In the course of a normal day, we interact with learning machines several times. Anytime you receive a product recommendation after making a purchase, apply for a loan, get a call from your credit card company about a suspicious charge, or check the weather forecast you are participating in and seeing the results of machine learning. Unfortunately, machine learning has become an overused catch-all, just like big data, cloud computing, artificial intelligence, and gluten intolerance. So before we move forward, lets start with a definition. Machine learning is a method of data analysis that automates analytical model building. Using algorithms that iteratively learn from data, machine learning allows computers to find hidden insights without being explicitly programmed where to look.
Machine learning has become an essential tool for an increasing number of companies thanks to advances that made machine learning a suitable solution to a wide variety of problems. Also, there is this quote from IBM: Everyday, 2.5 quintillion bytes of data are created and 90% of the the data in the world was created in the last two years. Humans are unable to process data at this level. Clever humans, however, are able to program computers to process and make predictions using these huge quantities of data. A particularly nice advantage of computers is they have no preconceived notions of what variables should be important for your business. This lack of bias means every possible combination of variables is considered, before coming to a conclusion.

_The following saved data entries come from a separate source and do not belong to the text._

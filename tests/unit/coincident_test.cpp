#include "fmm/octree/coincident.hpp"

#include <gtest/gtest.h>

#include "tests/unit/tree_case.hpp"

namespace farsum {
namespace {

using reference::Charges;
using reference::Shape;
using reference::Signs;
using unit::tree_of;

TEST(FindCoincident, IsEmptyForDistinctPoints) {
  Executor executor(2);
  EXPECT_FALSE(find_coincident(tree_of(make_scene(Shape::cube, Signs::one, 1000, 1), 20), executor).has_value());
  EXPECT_FALSE(find_coincident(tree_of(Charges{}, 20), executor).has_value());
}

/// 400 points and copies of every third, every copy of the first twice.
Charges with_copies() {
  Charges charges = make_scene(Shape::droplets, Signs::one, 400, 1);
  for (std::size_t i = 0; i < 400; i += 3) charges.add(charges.place(i));
  charges.add(charges.place(0));
  return charges;
}

TEST(FindCoincident, GivesEqualPointsOnePlaceAndOthersTheirOwn) {
  const Charges charges = with_copies();
  for (std::uint32_t capacity : {1u, 30u, 100000u}) {
    Executor executor(2);
    const auto places = find_coincident(tree_of(charges, capacity), executor);
    ASSERT_TRUE(places.has_value());
    EXPECT_EQ(places->first.size(), 400u);
    for (std::size_t i = 0; i < charges.size(); ++i)
      for (std::size_t j = 0; j < i; ++j)
        ASSERT_EQ(places->place_of[i] == places->place_of[j], charges.place(i) == charges.place(j)) << i << ", " << j;
  }
}

TEST(FindCoincident, TheFirstInTheCallersOrderStandsForAPlace) {
  const Charges charges = with_copies();
  Executor executor(1);
  const auto places = find_coincident(tree_of(charges, 10), executor);
  ASSERT_TRUE(places.has_value());
  for (std::size_t p = 0; p < places->first.size(); ++p) EXPECT_LT(places->first[p], 400u);
  for (std::size_t i = 0; i < charges.size(); ++i)
    EXPECT_EQ(charges.place(places->first[places->place_of[i]]), charges.place(i));
}

TEST(FindCoincident, ManyEqualPointsAreOnePlace) {
  Charges same;
  for (int i = 0; i < 20000; ++i) same.add({1, 2, 3});
  Executor executor(2);
  const auto places = find_coincident(tree_of(same, 8), executor);
  ASSERT_TRUE(places.has_value());
  EXPECT_EQ(places->first, std::vector<std::uint32_t>{0});
}

TEST(FindCoincident, ZerosOfBothSignsAreOnePlace) {
  Charges charges;
  charges.add({0.0, 1, 1});
  charges.add({-0.0, 1, 1});
  charges.add({2, 0, 0});
  Executor executor(1);
  const auto places = find_coincident(tree_of(charges, 1), executor);
  ASSERT_TRUE(places.has_value());
  EXPECT_EQ(places->place_of[0], places->place_of[1]);
}

TEST(UndividablePair, IsEmptyWhereAllLeavesAreWithinCapacity) {
  EXPECT_FALSE(undividable_pair(tree_of(make_scene(Shape::cube, Signs::one, 500, 1), 7), 7).has_value());
}

TEST(UndividablePair, NamesTwoEqualPoints) {
  Charges charges = make_scene(Shape::cube, Signs::one, 50, 1);
  for (int i = 0; i < 10; ++i) charges.add(charges.place(17));
  const auto pair = undividable_pair(tree_of(charges, 4), 4);
  ASSERT_TRUE(pair.has_value());
  EXPECT_LT(pair->first, pair->second);
  EXPECT_EQ(charges.place(pair->first), charges.place(pair->second));
}

TEST(UndividablePair, NamesTwoPointsThatTheLatticeCannotTellApart) {
  Charges charges;
  charges.add({1, 1, 1});
  charges.add({0, 0, 0});
  charges.add({0x1p-70, 0, 0});
  const auto pair = undividable_pair(tree_of(charges, 1), 1);
  ASSERT_TRUE(pair.has_value());
  EXPECT_EQ(*pair, std::pair(1u, 2u));
}

}  // namespace
}  // namespace farsum
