#include "fmm/expansion/gradient.hpp"

#include <gtest/gtest.h>

#include <functional>
#include <limits>
#include <vector>

#include "tests/reference/random.hpp"
#include "tests/unit/harmonics.hpp"

namespace farsum {
namespace {

using unit::Vector;

template <class Real>
std::vector<Real> random_row(int order, std::uint64_t seed) {
  reference::Random random(seed);
  std::vector<Real> row(row_length<Real>(order), Real(0));
  for (std::size_t i = 0; i < term_count(order); ++i) row[i] = Real(random.uniform(-1, 1));
  return row;
}

/// Numerical derivative along an axis, five points, error of order h^4.
long double slope(const std::function<long double(const Vector&)>& f, Vector v, std::size_t axis) {
  const long double h = 1e-3L;
  const auto at = [&](int steps) {
    Vector moved = v;
    moved[axis] += h * steps;
    return f(moved);
  };
  return (8 * (at(1) - at(-1)) - (at(2) - at(-2))) / (12 * h);
}

/// Largest difference between the evaluated rows and the numerical derivative, over the largest derivative.
template <class Real>
double gradient_error(int order, bool multipole, bool swap = false) {
  const std::vector<Real> row = random_row<Real>(order, std::uint64_t(order) + 1);
  const int to = multipole ? order + 1 : order;
  std::vector<Real> d[3];
  for (std::vector<Real>& out : d) out.assign(row_length<Real>(to), Real(77));  // the call overwrites
  Real* const rows[3] = {d[0].data(), d[swap ? 2 : 1].data(), d[swap ? 1 : 2].data()};
  const GradientRows<Real> gradient(order);
  multipole ? gradient.of_multipole(row.data(), order, rows) : gradient.of_local(row.data(), order, rows);
  long double worst = 0, size = 0;
  for (const Vector& v : {Vector{0.4L, -0.3L, 0.55L}, Vector{-0.2L, 0.6L, -0.3L}, Vector{0.7L, 0.1L, 0.2L}}) {
    const Vector place = multipole ? Vector{2 * v[0], 2 * v[1], 2 * v[2]} : v;
    for (std::size_t axis = 0; axis < 3; ++axis) {
      const long double exact =
          slope([&](const Vector& x) { return unit::expansion_at(row, order, x, multipole); }, place, axis);
      worst = std::max(worst, std::abs(unit::expansion_at(d[axis], to, place, multipole) - exact));
      size = std::max(size, std::abs(exact));
    }
  }
  return double(worst / (size + (order == 0 && !multipole ? 1 : 0)));
}

TEST(GradientRows, OfLocalsAreDerivativesOfThePotential) {
  for (int order : {0, 1, 2, 3, 4, 7, 12, 20}) EXPECT_LE(gradient_error<double>(order, false), 1e-8) << order;
}

TEST(GradientRows, OfMultipolesAreDerivativesOfThePotential) {
  for (int order : {0, 1, 2, 3, 4, 7, 12, 20}) EXPECT_LE(gradient_error<double>(order, true), 1e-7) << order;
}

TEST(GradientRows, InSinglePrecisionAreGoodToItsRounding) {
  for (bool multipole : {false, true})
    for (int order : {1, 2, 8}) EXPECT_LE(gradient_error<float>(order, multipole), 1e-5) << order;
}

TEST(GradientRows, SwappedComponentsAreNoticed) {
  EXPECT_GT(gradient_error<double>(5, false, true), 1e-2);
  EXPECT_GT(gradient_error<double>(5, true, true), 1e-2);
}

/// Degree n of d^2/dx^2 + d^2/dy^2 + d^2/dz^2 of a row: zero for harmonics.
template <class Real>
std::vector<Real> laplacian(const std::vector<Real>& row, int order) {
  const GradientRows<Real> gradient(order);
  std::vector<Real> sum(row.size(), Real(0)), first[3], second[3];
  for (std::size_t axis = 0; axis < 3; ++axis) first[axis] = second[axis] = sum;
  gradient.of_local(row.data(), order, {first[0].data(), first[1].data(), first[2].data()});
  for (std::size_t axis = 0; axis < 3; ++axis) {
    gradient.of_local(first[axis].data(), order, {second[0].data(), second[1].data(), second[2].data()});
    for (std::size_t i = 0; i < sum.size(); ++i) sum[i] += second[axis][i];
  }
  return sum;
}

TEST(GradientRows, SecondDerivativesOfALocalHaveNoTraceAtTheHighestOrder) {
  const std::vector<double> row = random_row<double>(48, 3);
  for (double value : laplacian(row, 48)) EXPECT_NEAR(value, 0, 48 * 48 * 1e-14);
}

TEST(GradientRows, OfLocalsEndOneDegreeLower) {
  const std::vector<double> row = random_row<double>(6, 3);
  std::vector<double> d[3];
  for (std::vector<double>& out : d) out.assign(row_length<double>(6), 77);
  GradientRows<double>(6).of_local(row.data(), 6, {d[0].data(), d[1].data(), d[2].data()});
  for (const std::vector<double>& out : d)
    for (std::size_t i = term_count(5); i < out.size(); ++i) EXPECT_EQ(out[i], 0);
}

}  // namespace
}  // namespace farsum
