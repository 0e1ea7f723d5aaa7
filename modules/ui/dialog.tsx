import { useEffect, useId, useRef, type ReactNode } from 'react'
import { View } from 'react-native'
import { Heading } from './heading'
import { gap, radius } from './measures'
import { useColours } from './theme'

/**
 * A question that must be answered before going on. The browser's own modal dialog keeps the focus inside, closes on
 * Escape and gives the focus back. Buttons name their acts; there is no "yes" and no "no".
 */
export function Dialog({
  title,
  isOpen,
  onClose,
  children,
  actions,
}: {
  title: string
  isOpen: boolean
  onClose: () => void
  children?: ReactNode
  actions: ReactNode
}) {
  const colours = useColours()
  const here = useRef<HTMLDialogElement>(null)
  const titleId = useId()
  useEffect(() => {
    const dialog = here.current
    if (dialog === null) return
    if (isOpen && !dialog.open) {
      dialog.showModal()
      // The browser goes to the first control; where that lies below the fold, reading begins at the title instead.
      if (dialog.scrollHeight > dialog.clientHeight) {
        const heading = document.getElementById(titleId)
        heading?.setAttribute('tabindex', '-1')
        heading?.focus()
        dialog.scrollTop = 0
      }
    }
    if (!isOpen && dialog.open) dialog.close()
  }, [isOpen, titleId])
  if (!isOpen) return null
  return (
    <dialog
      ref={here}
      aria-labelledby={titleId}
      onCancel={(event) => {
        event.preventDefault()
        onClose()
      }}
      style={{
        border: `2px solid ${colours.edge}`,
        borderRadius: radius,
        padding: gap.large,
        maxWidth: 'min(560px, calc(100vw - 24px))',
        width: '100%',
        boxSizing: 'border-box',
        maxHeight: 'calc(100vh - 32px)',
        overflowY: 'auto',
        backgroundColor: colours.sheet,
        color: colours.ink,
      }}
    >
      <View style={{ gap: gap.medium }}>
        <Heading level={2} id={titleId}>
          {title}
        </Heading>
        {children}
        <View style={{ flexDirection: 'row', flexWrap: 'wrap', gap: gap.medium }}>{actions}</View>
      </View>
    </dialog>
  )
}
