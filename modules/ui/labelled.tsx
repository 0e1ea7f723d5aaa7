import { useId, type ReactNode } from 'react'
import { View } from 'react-native'
import { fonts, gap } from './measures'
import { Text } from './text'
import { useColours } from './theme'
import { useWindowClass } from './use-window-class'

export type Labels = {
  label: string
  /** One short line, like "Read it off the pump meter". */
  hint?: string | undefined
  error?: string | undefined
}

/** Ids that connect a control with its label, hint and error. */
export function useLabelIds(id?: string) {
  const made = useId()
  const base = id ?? made
  return { control: base, hint: `${base}-hint`, error: `${base}-error` }
}

export function describedBy(
  ids: { hint: string; error: string },
  { hint, error }: Labels,
): string | undefined {
  const names = [hint === undefined ? '' : ids.hint, error === undefined ? '' : ids.error].filter(
    Boolean,
  )
  return names.length === 0 ? undefined : names.join(' ')
}

/** Label above, one line of hint, the control, and what to mend in place. */
export function Labelled({
  ids,
  labels,
  children,
}: {
  ids: { control: string; hint: string; error: string }
  labels: Labels
  children: ReactNode
}) {
  const colours = useColours()
  const isPhone = useWindowClass() === 'phone'
  return (
    <View style={{ gap: gap.tiny }}>
      <label
        htmlFor={ids.control}
        style={{
          fontFamily: fonts.text,
          fontSize: isPhone ? 16 : 15,
          fontWeight: 600,
          color: colours.inkSoft,
        }}
      >
        {labels.label}
      </label>
      {labels.hint !== undefined && (
        <Text kind="hint" id={ids.hint}>
          {labels.hint}
        </Text>
      )}
      {children}
      {labels.error !== undefined && (
        <Text kind="strong" id={ids.error} role="alert" colour={colours.stop.text}>
          {labels.error}
        </Text>
      )}
    </View>
  )
}
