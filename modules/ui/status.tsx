import { Text as NativeText, View, type ViewStyle } from 'react-native'
import { Icon, type IconName } from './icon'
import { fonts } from './measures'
import { useColours } from './theme'

export type StatusKind = 'settled' | 'check' | 'stop' | 'waiting' | 'voided' | 'note'

const icons: Record<StatusKind, IconName> = {
  settled: 'tick',
  check: 'eye',
  stop: 'bar',
  waiting: 'hourglass',
  voided: 'page',
  note: 'info',
}

/** A state as word, icon and outline shape; colour comes last and says nothing alone. */
export function Status({ kind, label }: { kind: StatusKind; label: string }) {
  const { [kind]: look } = useColours()
  const shapes: Record<StatusKind, ViewStyle> = {
    settled: { borderRadius: 14 },
    check: { borderLeftWidth: 6, borderRadius: 0 },
    stop: { borderWidth: 2, borderRadius: 0, borderBottomRightRadius: 10 },
    waiting: { borderStyle: 'dashed', borderRadius: 4 },
    voided: { borderRadius: 2 },
    note: { borderTopRightRadius: 10, borderRadius: 2 },
  }
  return (
    <View
      style={[
        {
          flexDirection: 'row',
          alignItems: 'center',
          alignSelf: 'flex-start',
          gap: 6,
          minHeight: 28,
          paddingHorizontal: 8,
          paddingVertical: 2,
          borderWidth: 1,
          borderColor: look.edge,
          backgroundColor: look.bg,
        },
        shapes[kind],
      ]}
    >
      <Icon name={icons[kind]} size={16} colour={look.text} />
      <NativeText
        style={{
          fontFamily: fonts.text,
          fontSize: 15,
          fontWeight: '600',
          color: look.text,
          textDecorationLine: kind === 'voided' ? 'line-through' : 'none',
        }}
      >
        {label}
      </NativeText>
    </View>
  )
}
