import { createContext, useCallback, useContext, useRef, useState, type ReactNode } from 'react'

const AnnounceContext = createContext<(words: string) => void>(() => undefined)

/** One polite live region at the root; screens say through it what changed without a reload. */
export function Announcer({ children }: { children: ReactNode }) {
  const [words, setWords] = useState('')
  const turn = useRef(false)
  const announce = useCallback((said: string) => {
    // The same words twice would be silent: a space tells them apart.
    turn.current = !turn.current
    setWords(turn.current ? said : `${said} `)
  }, [])
  return (
    <AnnounceContext.Provider value={announce}>
      {children}
      <div
        role="status"
        aria-live="polite"
        style={{
          position: 'absolute',
          width: 1,
          height: 1,
          overflow: 'hidden',
          clipPath: 'inset(50%)',
        }}
      >
        {words}
      </div>
    </AnnounceContext.Provider>
  )
}

export function useAnnounce(): (words: string) => void {
  return useContext(AnnounceContext)
}
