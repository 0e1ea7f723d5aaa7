import { Link, type Href } from 'expo-router'
import type { ReactNode } from 'react'
import { fonts } from './measures'
import { useColours } from './theme'
import { useWindowClass } from './use-window-class'

/** An underlined link to another screen. */
export function LinkText({
  href,
  children,
  label,
}: {
  href: Href
  children: ReactNode
  label?: string
}) {
  const colours = useColours()
  const isPhone = useWindowClass() === 'phone'
  return (
    <Link
      href={href}
      aria-label={label}
      style={{
        fontFamily: fonts.text,
        fontSize: isPhone ? 18 : 16,
        lineHeight: isPhone ? 28 : 24,
        color: colours.link,
        textDecorationLine: 'underline',
      }}
    >
      {children}
    </Link>
  )
}

/** A whole block that leads to another screen, like a row or a card. */
export function LinkBlock({
  href,
  label,
  children,
}: {
  href: Href
  label: string
  children: ReactNode
}) {
  return (
    <Link
      href={href}
      aria-label={label}
      style={{ display: 'flex', flexDirection: 'column', alignItems: 'stretch' }}
    >
      {children}
    </Link>
  )
}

There are several types of machine learning, too many to cover here, but I want to give you an overview of how most machine algorithms work. First, the data is gathered and organized into a machine readable format. For site selection, you can think of each site under consideration as a row in a giant spreadsheet and each variable (demographics, psychographics, traffic, etc.) as a column. So there will be tens of thousands of columns in our spreadsheet. We start with performance data for your existing locations or the locations of your closest competitors to build our training set. Our algorithm uses the training set to identify key relationships in the data and create new variables or features that are in-turn used to build models and make predictions about your target locations.
An important concern in machine learning is the problem of overfitting. Overfitting occurs when an algorithm attempts to explain every possible variation in the training set. For instance, if we were studying the retail purchase patterns where we had the time of purchase for each transaction, the general time of day will probably have an effect on a customers purchase pattern. However, the exact time of each purchase, down to the second, has zero predictive value. My favorite example of overfitting is Washington’s professional football team correctly predicting the outcome of every presidential election between 1940 and 2000. With so many variables to consider, spurious relationships like a football game’s impact on presidential election will appear and you need to be ready to deal with them. One method for dealing with overfitting is cross-validation. We again start with our training set and randomly partition it into two pieces, a training set and a test set. The training set is used to build a model that is then evaluated on how well it predicts the test set. This process is repeated for a large number of random partitions ensure that only the truly important features are given weight in the final model.
A final note I will leave you with is that even though we call it machine learning, a lot of critical human thinking has to take place to ensure that the proper techniques are applied to each problem. We humans come with our own built in biases and subjective views, but with careful application of human and computer judgment we can achieve incredible results.